Você acha isso pode acontecer também no Brasil, digo, um retorno do Bolsonaro?
Eu realmente não sei porque eu não vivo no Brasil há quase 40 anos. Não mantenho o dia-a-dia do que as pessoas estão pensando, falando, a mídia e tudo mais. Não estou a par de tudo que está acontecendo no Brasil. Tento ao máximo não ficar no meio da política.
Mas quando você pinta quadros de políticos, isso gera muita discussão. Como você lida quando um político te procura?
Quando uma pessoa me encomenda uma obra de arte, só não faço caso ela seja uma pessoa terrível. Por exemplo, o pessoal da Venezuela queria que eu fizesse um quadro do Maduro. Eu realmente não fiz. Não quero minha arte em uma situação complicada.

Quando o Bolsonaro te procurou para pintar o quadro dele, você o admirava?
Olha, foi o presidente do Brasil. O Brasil tinha votado no Bolsonaro, então ele veio como representante do Brasil, eu o recebi no meu estúdio. Fiquei contente de ele ter vindo me visitar. Foi o primeiro presidente do Brasil que veio me visitar. A Dilma me convidou também, mas foi no Brasil.

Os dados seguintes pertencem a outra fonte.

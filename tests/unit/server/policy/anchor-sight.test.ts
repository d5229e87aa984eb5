import { describe, expect, it } from 'vitest';
import { mayHangOn } from '#server/policy/anchor-sight.js';
import type { Shared } from '#server/policy/policy.js';
import { PLAIN_DETAILS, type SharingDetails, type SharingLevel } from '#shared/contracts/sharing.js';

function shared(
  level: SharingLevel,
  details: Partial<SharingDetails> = {},
  changes: Partial<Shared> = {},
): Shared {
  const thing: Shared = {
    ...{ communityId: 'village', level, giverId: 'giver', state: 'shared', leavesTrace: false },
    details: { ...PLAIN_DETAILS, ...details },
  };
  return { ...thing, ...changes };
}

describe('what an entry may be counted from', () => {
  it('is whatever the village sees, for entries of every level', () => {
    for (const level of ['open', 'village', 'group', 'elders', 'sealed'] as const) {
      expect([level, mayHangOn(shared(level, {}, { giverId: 'another' }), shared('village'))]).toEqual([
        ...[level, true],
      ]);
    }
  });

  it('is never what fewer people see', () => {
    expect(mayHangOn(shared('village'), shared('elders'))).toBe(false);
    expect(mayHangOn(shared('elders'), shared('sealed'))).toBe(false);
    expect(mayHangOn(shared('group', { groupId: 'a' }), shared('group', { groupId: 'b' }))).toBe(false);
  });

  it('is what the same giver keeps as close, whatever is said about names and empty slots', () => {
    expect(mayHangOn(shared('elders'), shared('elders', { naming: 'not-named', trace: 'none' }))).toBe(true);
    expect(mayHangOn(shared('elders'), shared('elders', {}, { giverId: 'another' }))).toBe(false);
  });

  it('is only told in the season in which the other is told', () => {
    const tellingSeason = { from: { month: 8, day: 1 }, to: { month: 8, day: 31 } };
    expect(mayHangOn(shared('village'), shared('village', { tellingSeason }))).toBe(false);
    expect(mayHangOn(shared('village', { tellingSeason }), shared('village', { tellingSeason }))).toBe(true);
  });

  it('is nothing that is paused, taken back or not known', () => {
    expect(mayHangOn(shared('village'), shared('village', {}, { state: 'paused' }))).toBe(false);
    expect(mayHangOn(shared('village'), undefined)).toBe(false);
  });
});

Pra finalizar, a sua carreira é prova de que para a arte ser valorizada é preciso sair do Brasil?
Não quero necessariamente dizer que você tem que sair do Brasil, porque tem muitos artistas de sucesso no Brasil. Agora, se você vai mostrar a arte para o mundo, aqui é o lugar. Se você dá certo nos EUA, vai dar certo em todo lugar.